# Magnetic Declination and handheld compasses



## GaiaOrion (Feb 21, 2009)

Hey guys,

I'm taking a Power and Sail Squadron course and we're getting into the nav/pilot part, using bearings, converting to and from true-compass. I remembered being in the field (ex-army and forestry grunt) with a handheld Silva compass that you would set the declination on and not worry about converting each bearing you took. 

Why is this not encorporated into sailboat binnacle compasses, or the handheld type? As I understand it , the binnacle type are adjustable for deviation, why not declination?
The only problem I see could be in the fact that a sailboat deck is rarely "parallel to the ground/sea, so could there be a physical construction problem?>
Apologies if there is an obvious answer I have missed here.

M.


----------



## sailingdog (Mar 19, 2006)

One reason that comes to mind off the top of my head is that hand-bearing and binoculars with integral compasses can't be offset that way and are often used for giving bearings for LOPs. If the boat's compass was adjusted so that it read true, rather than magnetic, the chances of making a mistake are far higher.


----------



## GaiaOrion (Feb 21, 2009)

*LOP need to be corrected ...*

Thanks ....but ,

in reading my course manual, I see that using a handheld, or I suspect bino's for an LOP requires correction.....so I guess I don't quite understand your logic.

M.


----------



## celenoglu (Dec 13, 2008)

The difference of true north and magnetic north changes depending on where you are on earth. If you are planning to use your boat in a very specific and small area the compass can be adjusted but if you move to another point on earth you will not be sure of true or magnetic north.


----------



## svHyLyte (Nov 13, 2008)

Declination is the horizontal angle between true north and magnetic north at a given location. Whereas declination changes as one's location changes, and at a given location changes over time ("variation"), how could one resonably "set" it for a voyaging yacht? (Although one might for a yacht confined to a given area). Some of the old compasses, particularly those of the Grid type, did have an azimuth ring or bezel that one could rotate but that's rather a lot of mechanization for a rather simple matter, no? I recall that the rotating bezel on the standard US Army field (lensatic?) compass merely rotated a reference line in the covering lens but not the underlying arc.

For our part I find having to shift from True to Magnetic and back rather tedious and so use a plotting board that allows one to adjust the north referance lines so that one is always reading magnetic rather than true bearings off the chart. This does not, however, take into account deviation which is the local error between magnetic bearings and indicated magnetic bearings for a given yacht for which one must make up a deviation card to have handy at the helm.

FWIW...


----------



## PalmettoSailor (Mar 7, 2006)

I'm ex-Infantry also and I don't remember that. I remember "GAMES". ie Grid(map)azimuth to magnetic, easterly, subtract. So if the declination is westerly you add an the opposite to go from magnetic to grid.

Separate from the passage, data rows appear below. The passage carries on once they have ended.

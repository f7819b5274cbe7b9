"""Files of a station: every key, what is refused and in which words, the page and the examples."""

import copy
import math
import re
from datetime import UTC, date, datetime, time
from pathlib import Path

import pytest
from hypothesis import HealthCheck, given, settings
from hypothesis import strategies as st

from magion.antenna.feed import delay_length
from magion.antenna.station import AntennaKind, FeedKind, Station
from magion.errors import InputError
from magion.formats.station import LARGEST_STATION, read_station, station_of
from magion.ground import CLASSES

ROOT = Path(__file__).parents[2]
LARCH = ROOT / "examples" / "larch_hut.toml"
CEDAR = ROOT / "examples" / "cedar_ridge.toml"
PAGE = (ROOT / "docs" / "formats.md").read_text(encoding="utf-8")
PAGE = PAGE.split("## Station (`--station`)")[1].split("\n## ")[0]

BASE = {
    "station": {"name": "Larch Hut", "place": "46.50,11.35"},
    "antenna": {
        "kind": "crossed-dipoles",
        "height_m": 9.0,
        "resonant_mhz": 5.3,
        "arms": {"A": 20.0, "B": 110.0},
    },
    "ground": {"class": "medium-dry"},
    "feed": {"kind": "tee"},
    "relay": {"left": {"delayed": "B"}, "right": {"delayed": "A"}, "wire_a": {"single": "A"}},
}
GONE = object()
VEES = {"antenna.kind": "crossed-inverted-vees", "antenna.apex_angle_deg": 120.0}
LOOPS = {"antenna.kind": "crossed-loops"}
WIRE = {"antenna.kind": "dipole", "antenna.arms": {"A": 20.0}, "feed": GONE, "relay": GONE}
ONE_VEE = WIRE | {"antenna.kind": "inverted-vee", "antenna.apex_angle_deg": 120.0}
HYBRID = {"feed.kind": "hybrid"}
DIGITAL = {"feed.kind": "digital"}
BY_LEG = {"antenna.resonant_mhz": GONE, "antenna.leg_length_m": 13.4}
MEASURED = {"antenna.resistance_ohm": 50.0, "antenna.quality_factor": 12.0}
CONSTANTS = {"ground.class": GONE, "ground.permittivity": 13, "ground.conductivity_s_per_m": 0.005}


def text_of(value):
    """A value as TOML."""
    if isinstance(value, bool):
        return str(value).lower()
    if isinstance(value, str):
        signs = (c if " " <= c <= "~" and c not in '"\\' else f"\\U{ord(c):08x}" for c in value)
        return f'"{"".join(signs)}"'
    if isinstance(value, dict):
        return f"{{{', '.join(f'{text_of(k)} = {text_of(v)}' for k, v in value.items())}}}"
    if isinstance(value, list):
        return f"[{', '.join(map(text_of, value))}]"
    if isinstance(value, datetime | date | time):
        return value.isoformat()
    return repr(value)


def toml(document):
    """A document as TOML, its sections under their headers."""
    first = [f"{text_of(k)} = {text_of(v)}" for k, v in document.items() if not isinstance(v, dict)]
    rest = [
        "\n".join([f"[{text_of(k)}]", *(f"{text_of(a)} = {text_of(b)}" for a, b in v.items())])
        for k, v in document.items()
        if isinstance(v, dict)
    ]
    return "\n".join([*first, *rest]) + "\n"


def changed(*changes):
    """The base with some keys changed or taken away; keys are dotted."""
    document = copy.deepcopy(BASE)
    for change in changes:
        for path, value in change.items():
            *outer, last = path.split(".")
            table = document
            for part in outer:
                table = table.setdefault(part, {})
            if value is GONE:
                table.pop(last, None)
            else:
                table[last] = copy.deepcopy(value)
    return document


def station(*changes):
    return station_of(toml(changed(*changes)), "hut.toml")


def refusal_of_text(text, name="hut.toml"):
    with pytest.raises(InputError) as caught:
        station_of(text, name)
    line = str(caught.value)
    assert line.startswith(f"{name}: ")
    assert line.isprintable()
    assert len(line) <= 200
    return line


def refusal(*changes):
    return refusal_of_text(toml(changed(*changes)))


# What is accepted


def test_the_least_station():
    found = station({"station.name": GONE})
    assert found.name is None
    assert found.place.name is None
    assert (found.place.latitude_deg, found.place.longitude_deg) == (46.5, 11.35)
    antenna = found.antenna
    assert antenna.kind is AntennaKind.CROSSED_DIPOLES
    assert (antenna.height, antenna.resonant_frequency, antenna.leg_length) == (9.0, 5.3e6, None)
    assert (antenna.wire_diameter, antenna.apex_angle) == (2e-3, math.pi)
    assert antenna.measured is None
    assert [(a.name, a.bearing) for a in antenna.arms] == [
        ("A", math.radians(20.0)),
        ("B", math.radians(110.0)),
    ]
    assert (found.ground, found.ground_name) == (CLASSES["medium-dry"], "medium-dry")
    feed = found.feed
    assert feed.kind is FeedKind.TEE
    assert (feed.velocity_factor, feed.impedance, feed.radio_impedance) == (0.66, 50.0, 50.0)
    assert (feed.line_length, feed.leads, feed.feeder_length) == (None, 0.0, 0.0)
    assert (feed.loss_db_per_100m, feed.phase_error, feed.amplitude_error_db) == (0.0, 0.0, 0.0)
    assert feed.receive_only is False
    assert [(p.label, p.delayed, p.single) for p in found.relay] == [
        ("left", "B", None),
        ("right", "A", None),
        ("wire_a", None, "A"),
    ]


def test_every_key_of_an_antenna_in_si():
    antenna = station(
        VEES, MEASURED, {"antenna.reactance_ohm": -7, "antenna.wire_diameter_mm": 3}
    ).antenna
    assert antenna.kind is AntennaKind.CROSSED_VEES
    assert antenna.apex_angle == math.radians(120.0)
    assert antenna.wire_diameter == 0.003
    measured = antenna.measured
    assert (measured.frequency, measured.resistance) == (5.3e6, 50.0)
    assert (measured.reactance, measured.quality_factor) == (-7.0, 12.0)
    assert station(MEASURED).antenna.measured.reactance == 0.0


def test_every_key_of_a_feed_in_si():
    feed = station(
        {
            "feed": {
                "kind": "combiner",
                "velocity_factor": 0.8,
                "impedance_ohm": 75,
                "radio_ohm": 60,
                "line_length_m": 9.1,
                "leads_m": 0.2,
                "feeder_m": 15,
                "loss_db_per_100m": 3,
                "receive_only": True,
            }
        }
    ).feed
    assert feed.kind is FeedKind.COMBINER
    assert (feed.velocity_factor, feed.impedance, feed.radio_impedance) == (0.8, 75.0, 60.0)
    assert (feed.line_length, feed.leads, feed.feeder_length) == (9.1, 0.2, 15.0)
    assert (feed.loss_db_per_100m, feed.receive_only) == (3.0, True)
    for way, kind in ((HYBRID, FeedKind.HYBRID), (DIGITAL, FeedKind.DIGITAL)):
        feed = station(way, {"feed.phase_error_deg": -5, "feed.amplitude_error_db": 0.5}).feed
        assert feed.kind is kind
        assert (feed.phase_error, feed.amplitude_error_db) == (math.radians(-5.0), 0.5)
        assert feed.line_length is None


def test_wires_by_their_leg():
    antenna = station(BY_LEG, {"feed.line_length_m": 9.1}).antenna
    assert (antenna.leg_length, antenna.resonant_frequency) == (13.4, None)
    assert station(BY_LEG, HYBRID).feed.kind is FeedKind.HYBRID


def test_loops():
    found = station(LOOPS)
    assert found.antenna.leg_length is None
    assert found.antenna.resonant_frequency == 5.3e6
    assert not found.can_transmit
    without = {"antenna.resonant_mhz": GONE}
    assert station(LOOPS, DIGITAL, without).antenna.resonant_frequency is None
    assert station(LOOPS, without, {"feed.line_length_m": 9.1}).feed.line_length == 9.1
    assert station(LOOPS, MEASURED).antenna.measured.frequency == 5.3e6


@pytest.mark.parametrize("way", [WIRE, ONE_VEE])
def test_a_single_wire_needs_neither_feed_nor_relay(way):
    found = station(way)
    assert found.feed.kind is FeedKind.COMBINER
    assert [(p.label, p.delayed, p.single) for p in found.relay] == [("A", None, "A")]
    assert station(way, BY_LEG, {"antenna.height_m": 12.0}).antenna.leg_length == 13.4
    assert station(way, {"relay": {}}).relay == found.relay
    named = station(way, {"relay": {"on": {"single": "A"}}, "feed": {"feeder_m": 15.0}})
    assert (named.relay[0].label, named.feed.feeder_length) == ("on", 15.0)


@pytest.mark.parametrize("name", CLASSES)
def test_classes_of_ground(name):
    found = station({"ground.class": name})
    assert (found.ground, found.ground_name) == (CLASSES[name], name)


def test_ground_by_its_constants():
    found = station(CONSTANTS)
    assert (found.ground.permittivity, found.ground.conductivity) == (13.0, 0.005)
    assert found.ground_name == "permittivity 13, 0.005 S/m"


@pytest.mark.parametrize("place", ["41.0S,71.3W", "-41.0, -71.3", " 41°S , 71.3°W "])
def test_places(place):
    found = station({"station.place": place}).place
    assert (found.latitude_deg, found.longitude_deg) == (-41.0, -71.3)
    assert found.name == "Larch Hut"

I don't remember the issue lensatic compasses having any method to set declination and I also don't remember it on the Silva Pathfinders that were even more common than the Army issue model.


----------



## gershel (Feb 4, 2001)

I think the correct term is "DEVIATION". Declination is used to determine locations of stars & planets.
Marc


----------



## Omatako (Sep 14, 2003)

*Are we sure this is "Declination"?*



gershel said:


> I think the correct term is "DEVIATION". Declination is used to determine locations of stars & planets.
> Marc


Yes, I think the OP is actually talking about deviation. If not, sorry to add to the confusion.

If it is deviation we're talking about then the most logical reason I can see for deviation not being "programmed" into a steering compass is because the deviation is different for different points in the compass. My steering compass has zero deviation at N and 5 degrees of deviation at 135 degrees and so on.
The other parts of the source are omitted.